§ THE DATA:
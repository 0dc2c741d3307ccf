import "server-only";
import { db } from "@/lib/db";
import { THROTTLE, refusalMessage, throttleDecision } from "./throttle";

const windowStart = () => db.raw(`now() - interval '${THROTTLE.windowMinutes} minutes'`);

async function countSince(column: "email" | "client", value: string): Promise<number> {
  const row = await db("sign_in_failures").where(column, value).andWhere("at", ">", windowStart()).count<{ count: string }[]>("* as count").first();
  return Number(row?.count ?? 0);
}

/** Minutes until enough failures age out of the window for sign-in to open again. */
async function minutesUntilOpen(column: "email" | "client", value: string, refuseAt: number): Promise<number> {
  const row = await db("sign_in_failures")
    .select(db.raw(`ceil(extract(epoch from (at + interval '${THROTTLE.windowMinutes} minutes' - now())) / 60) as minutes`))
    .where(column, value)
    .andWhere("at", ">", windowStart())
    .orderBy("at", "desc")
    .offset(refuseAt - 1)
    .first();
  return Math.max(1, Number(row?.minutes ?? THROTTLE.windowMinutes));
}

/**
 * Called before checking a password: waits when there were recent failures and
 * throws (the message reaches the sign-in form) when there were too many.
 */
export async function guardSignIn(email: string, client: string): Promise<void> {
  const [emailFailures, clientFailures] = await Promise.all([countSince("email", email), countSince("client", client)]);
  const decision = throttleDecision(emailFailures, clientFailures);
  if (decision.kind === "refuse") {
    const minutes =
      decision.by === "email"
        ? await minutesUntilOpen("email", email, THROTTLE.email.refuseAt)
        : await minutesUntilOpen("client", client, THROTTLE.client.refuseAt);
    throw new Error(refusalMessage(decision.by, minutes));
  }
  if (decision.delayMs > 0) await new Promise((r) => setTimeout(r, decision.delayMs));
}

export async function recordSignInFailure(email: string, client: string): Promise<void> {
  await db("sign_in_failures").insert({ email: email.slice(0, 254), client });
  // Old rows are of no use; trimming here keeps the table small without a job.
  if (Math.random() < 0.02) await db("sign_in_failures").where("at", "<", db.raw("now() - interval '1 day'")).delete();
}

export async function clearSignInFailures(email: string): Promise<void> {
  await db("sign_in_failures").where({ email }).delete();
}
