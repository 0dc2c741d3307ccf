import type { LimitRule } from "@/lib/api/rate-limit-rules";
import { waitText } from "@/lib/api/rate-limit-rules";

// How many sign-in tries are checked against a password hash. Pure, so the
// words and numbers are unit-tested; lib/accounts/sign-in-limits.ts counts.
//
// The tries of one e-mail from one client address back off in steps (a
// minute after 5, a quarter of an hour after 10, a day after 20), so a
// stranger elsewhere cannot lock the owner out; one client address is also
// limited across every e-mail it tries. A successful sign-in or password
// reset clears the e-mail's counts.
export const PAIR_RULES: readonly LimitRule[] = [
  { name: "sign-in-pair-minute", points: 5, durationSec: 60 },
  { name: "sign-in-pair-quarter", points: 10, durationSec: 15 * 60 },
  { name: "sign-in-pair-day", points: 20, durationSec: 24 * 60 * 60 },
];
export const CLIENT_RULE: LimitRule = { name: "sign-in-client", points: 50, durationSec: 15 * 60 };

/** The most tries of one e-mail from one address that reach the password check within a minute. */
export const PAIR_LIMIT = Math.min(...PAIR_RULES.map((r) => r.points));

/** The key of one e-mail from one client: the e-mail first, so a reset can clear every client's count. */
export const pairKey = (email: string, client: string) => `${email.toLowerCase()}|${client}`;

export function refusalMessage(by: "pair" | "client", retryAfterSec: number): string {
  const wait = waitText(retryAfterSec);
  return by === "pair"
    ? `Too many sign-in tries for this e-mail from your network. Try again in ${wait}, or reset your password: the reset e-mail lets you straight back in.`
    : `Too many failed sign-ins from your network. Try again in ${wait}.`;
}
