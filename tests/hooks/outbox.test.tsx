import { act, renderHook } from "@testing-library/react";
import { HttpResponse, http } from "msw";
import { describe, expect, it, vi } from "vitest";
import { useOutbox, type SubmitResult } from "@/components/ledger/use-outbox";
import { OUTBOX_STORAGE_KEY } from "@/lib/ledger/browser-queue";
import { mockApi, testQueryClient } from "@/tests/support/query-client";

// The volunteer's queue against a mocked API, with a fake clock: an entry made
// offline at T and sent at T + 60 s carries T; an unusual number asked about by
// the server goes again confirmed, under a new Idempotency-Key.
const URL = "/api/drives/d1/hauls";
let online = false;
let asks = false;
const seen: { key: string | null; body: Record<string, unknown> }[] = [];

mockApi([
  http.post("*/api/drives/d1/hauls", async ({ request }) => {
    if (!online) return HttpResponse.error();
    const body = (await request.json()) as Record<string, unknown>;
    seen.push({ key: request.headers.get("idempotency-key"), body });
    if (asks && body.confirmUnusual !== true) {
      return HttpResponse.json({ error: { code: "conflict", message: "That is 40 bags from a bin that holds 6 bags. Is that right?", confirm: "implausible" } }, { status: 409 });
    }
    return HttpResponse.json({ id: "h1", movementId: "m1", hauledAt: body.happenedAt }, { status: 201 });
  }),
], () => {
  vi.useRealTimers();
  localStorage.removeItem(OUTBOX_STORAGE_KEY);
  seen.length = 0;
  online = false;
  asks = false;
});
const wrapper = () => testQueryClient().wrapper;

describe("the outbox", () => {
  it("sends an entry made offline at T, and sent at T + 60 s, with happenedAt T and the same key on every try", async () => {
    vi.useFakeTimers({ toFake: ["Date"] });
    const T = new Date("2026-12-02T10:00:00Z");
    vi.setSystemTime(T);
    const { result } = renderHook(() => useOutbox(), { wrapper: wrapper() });
    let first: SubmitResult | undefined;
    await act(async () => {
      first = await result.current.submit(URL, { dropPointId: "p1", bags: 2 }, "Haul: 2 bags");
    });
    expect(first?.kind).toBe("queued");
    expect(result.current.items).toHaveLength(1);
    const queuedKey = result.current.items[0]!.key;

    vi.setSystemTime(new Date(T.getTime() + 30_000));
    await act(async () => {
      await result.current.retryNow(); // still offline: a second failed try
    });
    expect(result.current.items[0]).toMatchObject({ key: queuedKey, attempts: 2 });

    vi.setSystemTime(new Date(T.getTime() + 60_000));
    online = true;
    await act(async () => {
      await result.current.retryNow();
    });
    expect(seen).toHaveLength(1);
    expect(seen[0]!.body).toEqual({ dropPointId: "p1", bags: 2, happenedAt: "2026-12-02T10:00:00.000Z" });
    expect(seen[0]!.key).toBe(queuedKey);
    expect(result.current.items).toEqual([]);
  });

  it("asks about an unusual number, and on Yes sends it again confirmed under a new key with the original time", async () => {
    online = true;
    asks = true;
    const { result } = renderHook(() => useOutbox(), { wrapper: wrapper() });
    let asked: SubmitResult | undefined;
    await act(async () => {
      asked = await result.current.submit(URL, { dropPointId: "p1", bags: 40 }, "Haul: 40 bags");
    });
    expect(asked).toMatchObject({ kind: "refused", question: "That is 40 bags from a bin that holds 6 bags. Is that right?" });
    if (asked?.kind !== "refused" || !asked.confirm) throw new Error("no confirm offered");
    let done: SubmitResult | undefined;
    const confirm = asked.confirm;
    await act(async () => {
      done = await confirm();
    });
    expect(done?.kind).toBe("done");
    expect(seen).toHaveLength(2);
    expect(seen[1]!.key).not.toBe(seen[0]!.key);
    expect(seen[1]!.body).toEqual({ ...seen[0]!.body, confirmUnusual: true });
    expect(seen[0]!.body).not.toHaveProperty("confirmUnusual");
  });
});
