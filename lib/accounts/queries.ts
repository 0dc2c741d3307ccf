import "server-only";
import { db } from "@/lib/db";
import { conflict, notFound } from "@/lib/api/errors";
import { endSessions } from "@/lib/auth/queries";
import type { Role } from "@/lib/auth/roles";
import type { Member } from "./types";

export const BCRYPT_COST = 10;

export type { Member } from "./types";

export async function listMembers(groupId: string): Promise<Member[]> {
  return db("memberships as m")
    .join("users as u", "u.id", "m.user_id")
    .select("u.id as userId", "u.name", "u.email", "m.role", "m.created_at as joinedAt")
    .where("m.group_id", groupId)
    .orderByRaw("case m.role when 'organiser' then 0 when 'builder' then 1 else 2 end, u.name");
}

export async function findMember(groupId: string, userId: string): Promise<Member> {
  const row = await db("memberships as m")
    .join("users as u", "u.id", "m.user_id")
    .select("u.id as userId", "u.name", "u.email", "m.role", "m.created_at as joinedAt")
    .where({ "m.group_id": groupId, "m.user_id": userId })
    .first();
  if (!row) throw notFound("That member");
  return row;
}

const LAST_ORGANISER = "A group needs at least one organiser. Make someone else organiser first.";

/**
 * Changes a member's role or removes them. The group's organiser rows are locked
 * first, so two organisers demoting each other at once cannot leave none.
 */
export async function updateMembership(groupId: string, userId: string, change: { role: Role } | { remove: true }): Promise<void> {
  await db.transaction(async (trx) => {
    const organisers: string[] = await trx("memberships")
      .where({ group_id: groupId, role: "organiser" })
      .forUpdate()
      .pluck("user_id");
    const member = await trx("memberships").where({ group_id: groupId, user_id: userId }).forUpdate().first();
    if (!member) throw notFound("That member");
    const losesOrganiser = member.role === "organiser" && ("remove" in change || change.role !== "organiser");
    if (losesOrganiser && organisers.length <= 1) throw conflict(LAST_ORGANISER, { rule: "last_organiser" });
    if ("remove" in change) {
      await trx("memberships").where({ group_id: groupId, user_id: userId }).delete();
      // Whatever the removed person had open (in this group or another) must sign in again.
      await endSessions(userId, trx);
    }
    else await trx("memberships").where({ group_id: groupId, user_id: userId }).update({ role: change.role });
  });
}

export async function findUserEmail(userId: string): Promise<string | null> {
  const row = await db("users").select("email").where({ id: userId }).first();
  return row?.email ?? null;
}

/** The group's people by name, for the ledger's person filter. */
export async function listGroupPeople(groupId: string) {
  return db("memberships as m").join("users as u", "u.id", "m.user_id").select("u.id", "u.name").where("m.group_id", groupId).orderBy("u.name") as Promise<{ id: string; name: string }[]>;
}
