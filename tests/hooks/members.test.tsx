import { useQuery } from "@tanstack/react-query";
import { act, renderHook, waitFor } from "@testing-library/react";
import { HttpResponse, delay, http } from "msw";
import { describe, expect, it } from "vitest";
import { ApiError } from "@/lib/api/client";
import { memberQueries, useChangeRole, type Member } from "@/hooks/queries/members";
import { mockApi, testQueryClient } from "@/tests/support/query-client";

// The members hooks against a mocked API (msw intercepts fetch), the way the
// members page uses them: list, error JSON, a slow answer, and a mutation that
// refreshes the list.
const MEMBERS: Member[] = [
  { userId: "11111111-1111-4111-8111-111111111111", name: "Mara Quillon", email: "organiser@cantrove.test", role: "organiser", joinedAt: "2026-11-01T10:00:00Z" },
  { userId: "22222222-2222-4222-8222-222222222222", name: "Tobin Ashgrove", email: "volunteer@cantrove.test", role: "volunteer", joinedAt: "2026-11-02T10:00:00Z" },
];

let members = structuredClone(MEMBERS);
let listCalls = 0;

const refuse = new Map<string, string>();
const server = mockApi([
  http.get("*/api/members", () => {
    listCalls += 1;
    return HttpResponse.json(members);
  }),
  http.patch("*/api/members/:userId", async ({ params, request }) => {
    const { role } = (await request.json()) as { role: Member["role"] };
    const member = members.find((m) => m.userId === params.userId);
    if (!member) return HttpResponse.json({ error: { code: "not_found", message: "That member was not found." } }, { status: 404 });
    // The server's rules are tested against the server (tests/integration/accounts/members.test.ts);
    // here the mock refuses whatever the test marks, so only the hook's handling of a refusal is checked.
    if (refuse.has(member.userId)) {
      return HttpResponse.json({ error: { code: "conflict", message: refuse.get(member.userId) } }, { status: 409 });
    }
    member.role = role;
    return HttpResponse.json(member);
  }),
], () => {
  members = structuredClone(MEMBERS);
  listCalls = 0;
  refuse.clear();
});
const wrapper = () => testQueryClient().wrapper;

describe("members hooks", () => {
  it("loads the group's members", async () => {
    const { result } = renderHook(() => useQuery(memberQueries.list()), { wrapper: wrapper() });
    await waitFor(() => expect(result.current.isSuccess).toBe(true));
    expect(result.current.data?.map((m) => m.name)).toEqual(["Mara Quillon", "Tobin Ashgrove"]);
  });

  it("stays pending through a slow answer, then shows the data", async () => {
    server.use(
      http.get("*/api/members", async () => {
        await delay(400);
        return HttpResponse.json(members.slice(0, 1));
      }),
    );
    const { result } = renderHook(() => useQuery(memberQueries.list()), { wrapper: wrapper() });
    await new Promise((r) => setTimeout(r, 150));
    expect(result.current.isPending).toBe(true);
    expect(result.current.data).toBeUndefined();
    await waitFor(() => expect(result.current.data).toHaveLength(1), { timeout: 2_000 });
  });

  it("turns the API's error JSON into an ApiError the page can show", async () => {
    server.use(
      http.get("*/api/members", () =>
        HttpResponse.json({ error: { code: "forbidden", message: "This needs the organiser role; you are signed in as volunteer." } }, { status: 403 }),
      ),
    );
    const { result } = renderHook(() => useQuery(memberQueries.list()), { wrapper: wrapper() });
    await waitFor(() => expect(result.current.isError).toBe(true));
    const error = result.current.error as ApiError;
    expect(error).toBeInstanceOf(ApiError);
    expect(error).toMatchObject({ status: 403, code: "forbidden" });
    expect(error.message).toMatch(/organiser role/);
  });

  it("reports a network failure in words, not a stack", async () => {
    server.use(http.get("*/api/members", () => HttpResponse.error()));
    const { result } = renderHook(() => useQuery(memberQueries.list()), { wrapper: wrapper() });
    await waitFor(() => expect(result.current.isError).toBe(true));
    expect(result.current.error).toMatchObject({ status: 0, code: "network" });
  });

  it("changes a role and refreshes the list; a refused change keeps the list as it was", async () => {
    const { result } = renderHook(() => ({ list: useQuery(memberQueries.list()), change: useChangeRole() }), { wrapper: wrapper() });
    await waitFor(() => expect(result.current.list.isSuccess).toBe(true));
    expect(listCalls).toBe(1);

    await act(() => result.current.change.mutateAsync({ userId: MEMBERS[1].userId, role: "builder" }));
    await waitFor(() => expect(result.current.list.data?.[1].role).toBe("builder"));
    expect(listCalls).toBe(2);

    refuse.set(MEMBERS[0].userId, "Refused by the server for this test.");
    await act(async () => {
      await expect(result.current.change.mutateAsync({ userId: MEMBERS[0].userId, role: "volunteer" })).rejects.toMatchObject({
        status: 409,
        code: "conflict",
      });
    });
    await waitFor(() => expect(result.current.change.error?.message).toBe("Refused by the server for this test."));
    expect(result.current.list.data?.[0].role).toBe("organiser");
    expect(listCalls).toBe(2);
  });
});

§ ASSIGNED TASK: Search the entries for the word "retryNow" and show every line that has it.

§ EXERCISE ANSWER:
      await result.current.retryNow(); // still offline: a second failed try
      await result.current.retryNow();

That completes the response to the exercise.